## RECORDED INFORMATION
☆ ☆ ☆ ☆
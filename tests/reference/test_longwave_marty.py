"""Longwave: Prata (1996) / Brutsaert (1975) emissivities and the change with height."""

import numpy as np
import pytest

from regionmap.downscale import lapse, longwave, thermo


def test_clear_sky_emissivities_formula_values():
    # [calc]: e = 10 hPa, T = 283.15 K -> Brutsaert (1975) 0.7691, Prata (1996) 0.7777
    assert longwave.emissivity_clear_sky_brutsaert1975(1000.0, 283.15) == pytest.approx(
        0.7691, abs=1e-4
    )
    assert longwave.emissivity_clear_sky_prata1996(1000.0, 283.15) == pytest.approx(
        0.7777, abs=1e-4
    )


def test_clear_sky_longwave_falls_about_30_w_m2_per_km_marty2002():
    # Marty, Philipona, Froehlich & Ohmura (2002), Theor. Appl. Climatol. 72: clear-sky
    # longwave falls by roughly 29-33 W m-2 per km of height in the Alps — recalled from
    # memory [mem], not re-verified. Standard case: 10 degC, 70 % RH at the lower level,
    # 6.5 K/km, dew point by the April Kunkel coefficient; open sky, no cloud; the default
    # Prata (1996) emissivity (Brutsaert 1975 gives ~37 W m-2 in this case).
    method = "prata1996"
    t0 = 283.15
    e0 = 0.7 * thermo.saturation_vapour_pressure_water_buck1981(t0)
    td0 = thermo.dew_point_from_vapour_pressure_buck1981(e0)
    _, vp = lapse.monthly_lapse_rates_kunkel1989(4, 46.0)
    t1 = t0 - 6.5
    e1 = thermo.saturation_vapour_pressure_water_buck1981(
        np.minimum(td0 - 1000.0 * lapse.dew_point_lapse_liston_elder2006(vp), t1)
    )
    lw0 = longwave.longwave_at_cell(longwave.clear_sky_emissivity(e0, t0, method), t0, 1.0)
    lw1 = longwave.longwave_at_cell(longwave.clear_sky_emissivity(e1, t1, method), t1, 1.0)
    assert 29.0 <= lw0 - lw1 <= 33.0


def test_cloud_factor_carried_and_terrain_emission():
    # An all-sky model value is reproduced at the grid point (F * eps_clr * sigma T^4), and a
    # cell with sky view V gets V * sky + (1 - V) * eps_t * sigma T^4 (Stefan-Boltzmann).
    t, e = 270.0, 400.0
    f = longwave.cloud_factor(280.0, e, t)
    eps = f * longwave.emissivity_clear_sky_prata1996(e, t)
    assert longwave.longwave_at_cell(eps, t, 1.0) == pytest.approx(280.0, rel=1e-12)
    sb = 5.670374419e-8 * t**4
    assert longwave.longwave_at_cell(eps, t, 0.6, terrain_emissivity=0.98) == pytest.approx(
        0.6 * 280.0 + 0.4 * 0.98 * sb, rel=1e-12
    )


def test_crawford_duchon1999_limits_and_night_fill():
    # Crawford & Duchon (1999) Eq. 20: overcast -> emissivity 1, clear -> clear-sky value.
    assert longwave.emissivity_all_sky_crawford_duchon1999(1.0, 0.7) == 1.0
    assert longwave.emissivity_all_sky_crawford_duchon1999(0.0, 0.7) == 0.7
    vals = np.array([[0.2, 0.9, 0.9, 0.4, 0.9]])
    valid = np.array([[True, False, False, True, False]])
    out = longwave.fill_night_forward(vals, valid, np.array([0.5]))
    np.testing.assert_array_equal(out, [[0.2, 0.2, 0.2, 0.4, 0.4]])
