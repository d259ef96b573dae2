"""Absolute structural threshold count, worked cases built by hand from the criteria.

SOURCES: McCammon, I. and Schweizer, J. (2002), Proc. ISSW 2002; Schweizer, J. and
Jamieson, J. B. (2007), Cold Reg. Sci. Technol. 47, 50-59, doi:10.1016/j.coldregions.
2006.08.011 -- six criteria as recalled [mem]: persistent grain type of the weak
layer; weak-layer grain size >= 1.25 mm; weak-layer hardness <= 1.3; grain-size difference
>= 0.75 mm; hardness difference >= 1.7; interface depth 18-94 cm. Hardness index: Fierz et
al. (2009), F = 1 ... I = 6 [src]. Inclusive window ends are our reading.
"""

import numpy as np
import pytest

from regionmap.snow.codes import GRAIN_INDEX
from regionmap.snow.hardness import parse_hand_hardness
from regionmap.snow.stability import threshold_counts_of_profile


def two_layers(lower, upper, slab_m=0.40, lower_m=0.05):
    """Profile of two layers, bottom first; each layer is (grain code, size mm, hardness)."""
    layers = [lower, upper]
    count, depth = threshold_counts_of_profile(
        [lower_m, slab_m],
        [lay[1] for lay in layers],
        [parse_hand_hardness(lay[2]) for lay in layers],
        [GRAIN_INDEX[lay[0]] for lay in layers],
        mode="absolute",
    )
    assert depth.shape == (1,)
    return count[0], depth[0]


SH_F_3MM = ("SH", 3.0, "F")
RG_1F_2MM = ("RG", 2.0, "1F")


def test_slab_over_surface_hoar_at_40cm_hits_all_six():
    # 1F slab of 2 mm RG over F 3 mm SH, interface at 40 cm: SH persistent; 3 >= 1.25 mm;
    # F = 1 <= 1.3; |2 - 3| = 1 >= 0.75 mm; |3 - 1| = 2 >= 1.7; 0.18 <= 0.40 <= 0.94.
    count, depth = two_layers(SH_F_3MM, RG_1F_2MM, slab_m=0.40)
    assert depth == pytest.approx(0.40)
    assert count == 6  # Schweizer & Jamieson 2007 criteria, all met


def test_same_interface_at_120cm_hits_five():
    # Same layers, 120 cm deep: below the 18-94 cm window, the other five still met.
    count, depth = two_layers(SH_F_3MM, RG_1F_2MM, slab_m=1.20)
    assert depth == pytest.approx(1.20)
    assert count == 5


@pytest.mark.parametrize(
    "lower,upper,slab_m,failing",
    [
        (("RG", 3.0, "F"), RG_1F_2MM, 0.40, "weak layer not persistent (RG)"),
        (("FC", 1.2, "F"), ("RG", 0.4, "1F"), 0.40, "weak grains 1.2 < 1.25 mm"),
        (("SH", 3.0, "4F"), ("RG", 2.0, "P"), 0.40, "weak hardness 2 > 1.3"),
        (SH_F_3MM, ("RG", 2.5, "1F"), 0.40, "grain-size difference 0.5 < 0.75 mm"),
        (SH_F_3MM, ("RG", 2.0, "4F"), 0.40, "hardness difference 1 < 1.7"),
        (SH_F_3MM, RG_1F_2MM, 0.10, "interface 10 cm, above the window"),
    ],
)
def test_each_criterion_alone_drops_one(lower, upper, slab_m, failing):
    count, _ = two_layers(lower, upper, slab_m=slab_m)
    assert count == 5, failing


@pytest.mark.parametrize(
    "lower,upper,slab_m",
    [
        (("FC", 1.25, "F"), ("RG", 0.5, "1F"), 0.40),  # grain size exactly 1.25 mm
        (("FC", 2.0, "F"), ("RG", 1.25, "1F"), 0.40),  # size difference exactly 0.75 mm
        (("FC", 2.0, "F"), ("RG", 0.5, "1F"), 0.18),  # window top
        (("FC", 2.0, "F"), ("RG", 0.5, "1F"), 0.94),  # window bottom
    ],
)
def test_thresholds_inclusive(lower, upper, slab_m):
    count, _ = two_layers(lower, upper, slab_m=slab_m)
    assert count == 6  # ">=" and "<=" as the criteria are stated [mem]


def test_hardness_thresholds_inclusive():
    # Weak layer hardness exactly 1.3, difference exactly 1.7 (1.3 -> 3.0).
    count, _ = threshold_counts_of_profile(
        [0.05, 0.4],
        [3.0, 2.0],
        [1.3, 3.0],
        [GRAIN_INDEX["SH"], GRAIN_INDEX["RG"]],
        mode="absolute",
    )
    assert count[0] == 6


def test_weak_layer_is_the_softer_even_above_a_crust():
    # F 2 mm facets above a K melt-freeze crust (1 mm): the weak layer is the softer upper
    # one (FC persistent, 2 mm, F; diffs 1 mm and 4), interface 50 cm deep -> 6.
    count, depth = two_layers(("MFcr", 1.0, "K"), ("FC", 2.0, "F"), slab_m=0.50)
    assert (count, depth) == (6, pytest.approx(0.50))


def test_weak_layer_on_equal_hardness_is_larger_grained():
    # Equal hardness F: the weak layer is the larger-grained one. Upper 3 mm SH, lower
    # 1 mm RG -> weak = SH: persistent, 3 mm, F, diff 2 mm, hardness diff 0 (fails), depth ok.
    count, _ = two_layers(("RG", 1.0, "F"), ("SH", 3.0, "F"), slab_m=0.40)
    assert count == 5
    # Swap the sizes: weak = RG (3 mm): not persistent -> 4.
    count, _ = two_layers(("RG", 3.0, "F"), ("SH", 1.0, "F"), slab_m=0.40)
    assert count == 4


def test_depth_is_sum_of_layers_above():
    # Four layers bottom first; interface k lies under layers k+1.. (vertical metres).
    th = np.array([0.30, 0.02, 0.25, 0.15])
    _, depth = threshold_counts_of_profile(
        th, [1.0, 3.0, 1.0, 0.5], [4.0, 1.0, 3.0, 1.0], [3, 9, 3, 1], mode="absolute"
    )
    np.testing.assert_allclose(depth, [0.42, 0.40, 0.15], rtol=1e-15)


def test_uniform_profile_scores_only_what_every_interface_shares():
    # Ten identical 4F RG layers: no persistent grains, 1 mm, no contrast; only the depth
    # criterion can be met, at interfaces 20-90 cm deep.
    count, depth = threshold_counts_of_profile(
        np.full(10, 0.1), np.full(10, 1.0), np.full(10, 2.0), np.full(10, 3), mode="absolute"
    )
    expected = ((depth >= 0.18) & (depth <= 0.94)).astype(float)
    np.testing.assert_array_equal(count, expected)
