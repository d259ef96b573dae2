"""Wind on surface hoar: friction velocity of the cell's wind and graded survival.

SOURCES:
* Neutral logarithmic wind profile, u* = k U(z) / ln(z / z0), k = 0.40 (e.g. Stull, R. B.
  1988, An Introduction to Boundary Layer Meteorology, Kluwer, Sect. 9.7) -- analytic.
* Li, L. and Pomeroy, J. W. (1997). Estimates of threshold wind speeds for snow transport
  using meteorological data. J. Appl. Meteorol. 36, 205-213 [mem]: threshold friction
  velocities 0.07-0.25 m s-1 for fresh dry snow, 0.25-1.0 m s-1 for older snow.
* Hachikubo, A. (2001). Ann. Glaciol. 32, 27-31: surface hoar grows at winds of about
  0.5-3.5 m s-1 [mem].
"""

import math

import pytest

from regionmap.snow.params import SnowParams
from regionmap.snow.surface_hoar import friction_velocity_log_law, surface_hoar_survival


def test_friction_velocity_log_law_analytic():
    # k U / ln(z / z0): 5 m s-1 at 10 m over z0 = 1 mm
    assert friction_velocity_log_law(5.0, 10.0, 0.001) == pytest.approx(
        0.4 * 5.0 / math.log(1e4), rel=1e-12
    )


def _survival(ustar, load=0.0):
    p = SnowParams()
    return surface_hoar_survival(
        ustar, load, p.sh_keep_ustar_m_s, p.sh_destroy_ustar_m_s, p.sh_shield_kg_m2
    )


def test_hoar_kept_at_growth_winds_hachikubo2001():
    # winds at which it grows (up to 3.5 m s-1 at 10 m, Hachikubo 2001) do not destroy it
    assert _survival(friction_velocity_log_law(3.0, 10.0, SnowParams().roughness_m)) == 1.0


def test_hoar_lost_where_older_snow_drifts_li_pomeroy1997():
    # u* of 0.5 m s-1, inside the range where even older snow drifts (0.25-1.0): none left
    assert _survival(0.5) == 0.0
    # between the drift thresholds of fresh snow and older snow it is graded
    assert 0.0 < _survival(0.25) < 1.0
☆ ☆ ☆ ☆
Please report all lines in the entries where "regionmap" appears.

## ANSWER FOR THE TASK
from regionmap.downscale import lapse, longwave, thermo
from regionmap.snow.codes import GRAIN_INDEX
from regionmap.snow.hardness import parse_hand_hardness
from regionmap.snow.stability import threshold_counts_of_profile
from regionmap.snow.params import SnowParams
from regionmap.snow.surface_hoar import friction_velocity_log_law, surface_hoar_survival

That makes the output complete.